• [PROBLEM TO WORK ON]
The exercise asks you to copy every line below in which "recordAuditEvent" appears.

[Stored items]
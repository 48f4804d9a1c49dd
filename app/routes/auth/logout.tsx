import { redirect } from "react-router";
import type { Route } from "./+types/logout";
import { endAllSessions, endSession } from "#server/auth/session.server";
import { signedInOf } from "#server/auth/guard.server";
import { serializeFlash } from "#server/auth/flash.server";
import { readForm } from "#server/http/form.server";
import { recordAuditEvent } from "#server/services/audit.server";
import { clientAddressOf } from "#server/http/request-context.server";

// Sign-out is a POST only, so a link or an image on another page cannot sign anyone out.
export async function loader() {
  throw redirect("/");
}

export async function action({ request, context }: Route.ActionArgs) {
  // A POST without a body (or with one that is not a form) still signs out: this session only.
  const form = request.headers.get("Content-Type") ? await readForm(request.clone()).catch(() => null) : null;
  const signedIn = signedInOf(context);
  const everywhere = form?.get("scope") === "everywhere";
  if (signedIn && everywhere) {
    await endAllSessions(signedIn.user.id);
    await recordAuditEvent({ userId: signedIn.user.id, email: signedIn.user.email, clientAddress: clientAddressOf(context) }, { organisationId: null, action: "user.signed-out-everywhere", targetType: "user", targetId: signedIn.user.id });
  }
  const headers = new Headers();
  headers.append("Set-Cookie", await endSession(request));
  headers.append("Set-Cookie", await serializeFlash({ kind: "info", message: everywhere ? "Signed out on every device." : "Signed out." }));
  throw redirect("/login", { headers });
}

• [TASK RESULT]
import { recordAuditEvent } from "#server/services/audit.server";
    await recordAuditEvent({ userId: signedIn.user.id, email: signedIn.user.email, clientAddress: clientAddressOf(context) }, { organisationId: null, action: "user.signed-out-everywhere", targetType: "user", targetId: signedIn.user.id });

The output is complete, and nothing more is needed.